## YOUR GOAL
The entries below should be transcribed in their entirety, exactly as written.

## GIVEN RECORDS
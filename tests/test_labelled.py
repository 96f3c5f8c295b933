"""The engine's labelled arrays against the public xarray Datasets they stand for.

The engine asks the public functions for numpy arrays (``as_arrays=True``,
:class:`snrkit.labelled.Labelled`) so that xarray stays out of its hot path;
the Datasets the public functions return are built from the same arrays.
These tests check that both forms carry the same numbers, names, dimensions
and attributes (consistency, no outside source needed).
"""

import numpy as np
import pytest
import astropy.units as u

from snrkit.labelled import Labelled

PLANETS = dict(planet_mass=[5.0, 8.0] * u.M_earth, equilibrium_temperature=[500.0, 700.0] * u.K,
               resolution=30, planet_names=["a", "b"])


def _same(ds, lab):
    """Every variable, coordinate and attribute of ``lab`` equals the Dataset's."""
    other = lab.to_dataset()
    assert set(ds.data_vars) == set(other.data_vars) == set(lab.variables)
    assert set(ds.coords) == set(other.coords)
    for k in ds.data_vars:
        assert ds[k].dims == tuple(lab.dims(k)), k
        a, b = ds[k].values, lab[k]
        if a.dtype.kind == "f":
            np.testing.assert_array_equal(a, b, err_msg=k)
        else:
            assert np.array_equal(a, b), k
        assert ds[k].attrs == lab.attrs_of(k), k
    assert ds.attrs == lab.attrs


@pytest.mark.parametrize("scenario", ["h2-clear-solar", ["h2-clear-solar", "steam", "co2-thick"]])
@pytest.mark.parametrize("contributions", [False, True])
def test_spectrum_arrays_equal_the_dataset(scenario, contributions):
    from snrkit.atmosphere.spectrum import transmission_spectrum
    args = ([2.0, 2.5] * u.R_earth, [0.5, 0.6] * u.R_sun)
    ds = transmission_spectrum(scenario, *args, contributions=contributions, **PLANETS)
    lab = transmission_spectrum(scenario, *args, contributions=contributions, as_arrays=True,
                                **PLANETS)
    _same(ds, lab)
    if contributions:
        gas = str(ds["species"].values[0])
        np.testing.assert_array_equal(
            lab.sel("depth_without_species_ppm", species=gas),
            ds["depth_without_species_ppm"].sel(species=gas).values)


@pytest.mark.parametrize("contributions", [False, True])
def test_each_scenario_of_a_stack_is_its_own_spectrum(contributions):
    # nested consistency: a scenario within a list gives the spectrum it gives alone; the
    # species axis of the stack is the union, NaN where a scenario lacks the species
    from snrkit.atmosphere.spectrum import transmission_spectrum
    args = ([2.0, 2.5] * u.R_earth, [0.5, 0.6] * u.R_sun)
    names = ["h2-clear-solar", "steam", "co2-thick"]
    many = transmission_spectrum(names, *args, contributions=contributions, **PLANETS)
    assert list(many["scenario"].values) == names
    for name in names:
        one = transmission_spectrum(name, *args, contributions=contributions, **PLANETS)
        part = many.sel(scenario=name)
        for k in one.data_vars:
            np.testing.assert_array_equal(part[k].sel(species=one["species"]).values
                                          if "species" in one[k].dims else part[k].values,
                                          one[k].values, err_msg=f"{name} {k}")
        if contributions:
            absent = sorted(set(many["species"].values) - set(one["species"].values))
            assert np.all(np.isnan(part["depth_without_species_ppm"].sel(species=absent).values))


def test_precision_arrays_equal_the_dataset():
    from snrkit.io.systemfile import load_system
    from snrkit.io.tables import data_path
    from snrkit.photons.targets import system_precision
    system = load_system(data_path("demo", "cedar.toml"))
    kw = dict(resolution=20, readout_options=True, warn=False)
    _same(system_precision(system, "cold6m-prism-lowres", **kw),
          system_precision(system, "cold6m-prism-lowres", as_arrays=True, **kw))


def test_labelled_selects_and_refuses_unknown_names():
    lab = Labelled({"x": (("planet", "species"), np.arange(6.0).reshape(2, 3), {"units": "ppm"})},
                   coords={"species": ["H2O", "CO2", "CH4"], "planet": ["a", "b"]})
    np.testing.assert_array_equal(lab.sel("x", species="CO2"), [1.0, 4.0])
    np.testing.assert_array_equal(lab.sel("x", species="CH4", planet="b"), 5.0)
    assert lab.attrs_of("x") == {"units": "ppm"} and lab.dims("species") == ("species",)
    assert "x" in lab and "y" not in lab
    with pytest.raises(KeyError):
        lab["y"]
    with pytest.raises(ValueError):
        lab.sel("x", species="N2")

## WRITTEN ANSWER
filename tests/test_labelled.py
repository 96f3c5f8c295b933
"""The engine's labelled arrays against the public xarray Datasets they stand for.

The engine asks the public functions for numpy arrays (``as_arrays=True``,
:class:`snrkit.labelled.Labelled`) so that xarray stays out of its hot path;
the Datasets the public functions return are built from the same arrays.
These tests check that both forms carry the same numbers, names, dimensions
and attributes (consistency, no outside source needed).
"""

import numpy as np
import pytest
import astropy.units as u

from snrkit.labelled import Labelled

PLANETS = dict(planet_mass=[5.0, 8.0] * u.M_earth, equilibrium_temperature=[500.0, 700.0] * u.K,
               resolution=30, planet_names=["a", "b"])


def _same(ds, lab):
    """Every variable, coordinate and attribute of ``lab`` equals the Dataset's."""
    other = lab.to_dataset()
    assert set(ds.data_vars) == set(other.data_vars) == set(lab.variables)
    assert set(ds.coords) == set(other.coords)
    for k in ds.data_vars:
        assert ds[k].dims == tuple(lab.dims(k)), k
        a, b = ds[k].values, lab[k]
        if a.dtype.kind == "f":
            np.testing.assert_array_equal(a, b, err_msg=k)
        else:
            assert np.array_equal(a, b), k
        assert ds[k].attrs == lab.attrs_of(k), k
    assert ds.attrs == lab.attrs


@pytest.mark.parametrize("scenario", ["h2-clear-solar", ["h2-clear-solar", "steam", "co2-thick"]])
@pytest.mark.parametrize("contributions", [False, True])
def test_spectrum_arrays_equal_the_dataset(scenario, contributions):
    from snrkit.atmosphere.spectrum import transmission_spectrum
    args = ([2.0, 2.5] * u.R_earth, [0.5, 0.6] * u.R_sun)
    ds = transmission_spectrum(scenario, *args, contributions=contributions, **PLANETS)
    lab = transmission_spectrum(scenario, *args, contributions=contributions, as_arrays=True,
                                **PLANETS)
    _same(ds, lab)
    if contributions:
        gas = str(ds["species"].values[0])
        np.testing.assert_array_equal(
            lab.sel("depth_without_species_ppm", species=gas),
            ds["depth_without_species_ppm"].sel(species=gas).values)


@pytest.mark.parametrize("contributions", [False, True])
def test_each_scenario_of_a_stack_is_its_own_spectrum(contributions):
    # nested consistency: a scenario within a list gives the spectrum it gives alone; the
    # species axis of the stack is the union, NaN where a scenario lacks the species
    from snrkit.atmosphere.spectrum import transmission_spectrum
    args = ([2.0, 2.5] * u.R_earth, [0.5, 0.6] * u.R_sun)
    names = ["h2-clear-solar", "steam", "co2-thick"]
    many = transmission_spectrum(names, *args, contributions=contributions, **PLANETS)
    assert list(many["scenario"].values) == names
    for name in names:
        one = transmission_spectrum(name, *args, contributions=contributions, **PLANETS)
        part = many.sel(scenario=name)
        for k in one.data_vars:
            np.testing.assert_array_equal(part[k].sel(species=one["species"]).values
                                          if "species" in one[k].dims else part[k].values,
                                          one[k].values, err_msg=f"{name} {k}")
        if contributions:
            absent = sorted(set(many["species"].values) - set(one["species"].values))
            assert np.all(np.isnan(part["depth_without_species_ppm"].sel(species=absent).values))


def test_precision_arrays_equal_the_dataset():
    from snrkit.io.systemfile import load_system
    from snrkit.io.tables import data_path
    from snrkit.photons.targets import system_precision
    system = load_system(data_path("demo", "cedar.toml"))
    kw = dict(resolution=20, readout_options=True, warn=False)
    _same(system_precision(system, "cold6m-prism-lowres", **kw),
          system_precision(system, "cold6m-prism-lowres", as_arrays=True, **kw))


def test_labelled_selects_and_refuses_unknown_names():
    lab = Labelled({"x": (("planet", "species"), np.arange(6.0).reshape(2, 3), {"units": "ppm"})},
                   coords={"species": ["H2O", "CO2", "CH4"], "planet": ["a", "b"]})
    np.testing.assert_array_equal(lab.sel("x", species="CO2"), [1.0, 4.0])
    np.testing.assert_array_equal(lab.sel("x", species="CH4", planet="b"), 5.0)
    assert lab.attrs_of("x") == {"units": "ppm"} and lab.dims("species") == ("species",)
    assert "x" in lab and "y" not in lab
    with pytest.raises(KeyError):
        lab["y"]
    with pytest.raises(ValueError):
        lab.sel("x", species="N2")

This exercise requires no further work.